Soon a deputy's car appears, parks, and the deputy walks to my car. The woman says she is leaving now. "I am very grateful," I call to her. Later, I berate myself for never asking for her name. I tell the deputy that, except for the cuts on my face, I am uninjured. He asks for and takes my license and makes a report to his dispatch office. A few minutes later the rescue squad appears. One man come to my window and confirms that I am of sound mind ("What is today's date? What is your full name? Do you know where you are?") and so he believes me when I say I have no injuries.

"Do you want us to take you to a hospital?" he asks. I tell him I want the glass cleaned from the cuts in my face and that my left eye feels like glass dust may have gotten in it. So they put the collar around my neck, ignoring my protestations. I crawl headfirst out the front-passenger door. They say they'll get the stretcher-board to take me to the ambulance. I insist on walking.

I should have let them carry me, that way my dress shoes wouldn't have been ruined!

I say I'll sit up in the ambulance for the ride. "Okay," the medic says, "but you'll have to sign all kinds of release forms."

So I lie on the board. They strap me down. "What hospital?"
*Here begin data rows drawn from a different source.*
//! The decision record, saved in one of its forms, with what goes beside it.

use record::message::Request;
use record::pack::Pack;
use record::results::RivalResult;
use yew::prelude::*;

use crate::browser::handover::{Handed, hand_over};
use crate::browser::share::download;
use crate::browser::worker::WorkerHandle;
use crate::state::board::Board;
use crate::state::document::Document;
use crate::state::on_record::{OnRecord, Paper};
use crate::state::same::results as results_of;
use crate::state::share::{file_name, file_of};
use crate::state::studies::Shelf;
use crate::state::words::sentence;
use crate::view::handover::taken;

#[derive(Properties, PartialEq, Clone)]
pub(crate) struct RecordProps {
    pub(crate) document: Document,
    pub(crate) board: Board,
    pub(crate) shelf: Shelf,
}

/// What can be saved.
#[derive(Debug, Clone, Copy, PartialEq, Eq)]
enum Form {
    Set(Paper),
    Csv,
    Pack,
}

/// The buttons: form, name for tests, words, and the ending of the file.
const FORMS: [(Form, &str, &str, &str); 6] = [
    (Form::Set(Paper::Html), "record-html", "Save to print", "decision.html"),
    (Form::Set(Paper::Markdown), "record-markdown", "Markdown", "decision.md"),
    (Form::Set(Paper::Json), "record-json", "JSON", "decision.json"),
    (Form::Csv, "record-csv", "CSV", "results.csv"),
    (Form::Set(Paper::Svg), "record-svg", "SVG", "drawings.svg"),
    (Form::Pack, "pack", "Pack", "pack.json"),
];

/// What holds the worker that writes, and what is said of it.
#[derive(Clone)]
struct Writing {
    worker: std::rc::Rc<std::cell::RefCell<Option<WorkerHandle>>>,
    said: UseStateSetter<String>,
}

impl Writing {
    /// Asks a worker; what it answers goes to `then`.
    fn ask(&self, request: &Request, then: impl Fn(Result<Handed, String>) + 'static) {
        let worker = self.worker.clone();
        let hear = Callback::from(move |answer| {
            worker.replace(None);
            then(answer);
        });
        match hand_over(request, hear) {
            Ok(started) => drop(self.worker.replace(Some(started))),
            Err(why) => self.failed(&why),
        }
    }

    fn failed(&self, why: &str) {
        self.said.set(sentence(&format!("Not written: {why}")));
    }

    fn save(&self, file: &str, text: &str) {
        download(file, text);
        self.said.set(format!("{file} is saved."));
    }

    /// Asks a worker for a text and saves it.
    fn written(&self, request: &Request, file: String) {
        let said = self.said.clone();
        self.ask(request, move |answer| said.set(taken(&file, answer)));
    }

    /// Saves the record, once a worker has said what it repeats of the scenario.
    fn record(&self, record: OnRecord, paper: Paper, file: String) {
        let own = self.clone();
        let request = Request::State(record.scenario_text());
        self.ask(&request, move |answer| match answer {
            Ok(Handed::Stated(stated)) => {
                own.save(&file, &record.clone().with(stated).text(paper));
            }
            Ok(Handed::Written(_)) => {}
            Err(why) => own.failed(&why),
        });
    }
}

impl RecordProps {
    /// What each rival gave, as the command names it.
    fn results(&self) -> Vec<RivalResult> {
        let (scenario, preset) = (&self.document.title, self.document.run.mode());
        let named =
            |one| RivalResult { scenario: scenario.clone(), preset: preset.to_owned(), ..one };
        results_of(&self.document, &self.board).into_iter().map(named).collect()
    }

    fn save(&self, form: Form, file: String, writing: &Writing) {
        let mut results = self.results();
        match form {
            Form::Set(paper) => {
                let record = OnRecord::of(&self.document, results, &self.shelf);
                writing.record(record, paper, file);
            }
            Form::Csv => writing.save(&file, &report::csv::csv(&results)),
            Form::Pack => {
                results.retain(|one| one.root.is_some());
                let scenario = self.document.scenario();
                let pack = Pack::new(env!("CARGO_PKG_VERSION"), &scenario, &results);
                writing.save(&file, &report::pack::json(&pack));
            }
        }
    }
}

/// The record of all that the page has found, saved as a file.
#[component]
pub(crate) fn Record(props: &RecordProps) -> Html {
    let said = use_state_eq(String::new);
    let worker = use_mut_ref(|| None::<WorkerHandle>);
    let writing = Writing { worker, said: said.setter() };
    let factor = use_state_eq(|| "1".to_owned());
    let save = |form: Form, ending: &str| {
        let (props, writing) = (props.clone(), writing.clone());
        let file = file_of(&props.document.title, ending);
        Callback::from(move |_: MouseEvent| props.save(form, file.clone(), &writing))
    };
    let strip = {
        let (document, factor, writing) = (props.document.clone(), factor.clone(), writing.clone());
        Callback::from(move |_: MouseEvent| {
            let (scenario, factor) = (document.file(), factor.trim().to_owned());
            writing.written(&Request::Strip { scenario, factor }, file_name("no names"));
        })
    };
    let scale = {
        let set = factor.setter();
        Callback::from(move |event: InputEvent| {
            set.set(event.target_unchecked_into::<web_sys::HtmlInputElement>().value());
        })
    };
    html! {
        <div class="study">
            <div class="heading">
                <h3>{ "Decision record" }</h3>
                <span class="row">
                    for (form, id, words, ending) in FORMS {
                        <button type="button" data-testid={id} onclick={save(form, ending)}>{ words }</button>
                    }
                </span>
            </div>
            <p class="soft">
                { "The question, the instance, what was found and answered above, what would reopen the decision, \
                   the formulations, and how to see the same. CSV is the table of results, SVG the drawings. The pack \
                   is for regression tests: the scenario with what each rival gave so far, to be opened here or run \
                   by hullward drift." }
            </p>
            <div class="row">
                <button type="button" data-testid="stripped" onclick={strip}>{ "Scenario without names" }</button>
                <label class="family">
                    { "costs times" }
                    <input type="text" inputmode="decimal" size="6" data-testid="stripped-factor" value={(*factor).clone()} oninput={scale} />
                </label>
            </div>
            <p class="soft" role="status" data-testid="record-said">{ (*said).clone() }</p>
        </div>
    }
}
Dickson's is nearest, but my wife doesn't know how to get there and I don't want her to learn in the driving rain. "Vanderbilt," I say, in Nashville.

After 40 minutes riding on the board, I almost wish I'd said Dickson, rain or not.

Two X-rays, one eye exam and a face swabbing later, I'm checking out. Not even a headache, not a Band-Aid.

While walking from the car to the ambulance I had seen that the car had plunged off the interstate's outer edge, fortunately facing forward, and down the sodded embankment. The Malibu bounced over a small, concreted drainage ditch and then front-first into a stand of pine saplings, plowing over successively larger trees until it hit one that stopped it. The loud bangs I heard were the air bags deploying.

For five seconds - surely the whole event lasted no longer - I expected that I would not celebrate Christmas this year or ever again. But in truth, I've had roller-coaster rides that were rougher.

When the car left the road, it missed by two feet hitting the end of a guard rail head on, which would have been disastrous.

Another two or three feet to the left and it would have bounced off the rail back onto the road. Maybe it would have gone across to the median, which was broad and level, but more likely the car would have stopped in the middle of the lane, almost invisible in the pouring rain to oncoming traffic. That would likewise have been disastrous.

Samuel Johnson, one of the leading literary figures of 18th-century England, wrote, "When a man knows he is to be hanged in a fortnight, it concentrates his mind wonderfully."

So does spinning out at high speed in the rain on the interstate. It gives your mind a certain focus.

Today, someone asked me what I want for Christmas. "I've already got it," I answered.

"The Lord kills and brings to life; he brings down to Sheol and raises up." - The Song of Hannah, 1 Samuel 2.

Clarity.

It is not really that for five seconds I was dead, and now am alive again. That is God's gift truly, but my life has always been God's gift, even before I acknowledged it.

The clarity is this: I know that for the rest of my life, I am really just a dead man walking. That evokes a certain freedom and a longer view of life. So Saturday night, just before I went to bed, I went alone in the dark to my living room, sat down and thanked God for the clarity.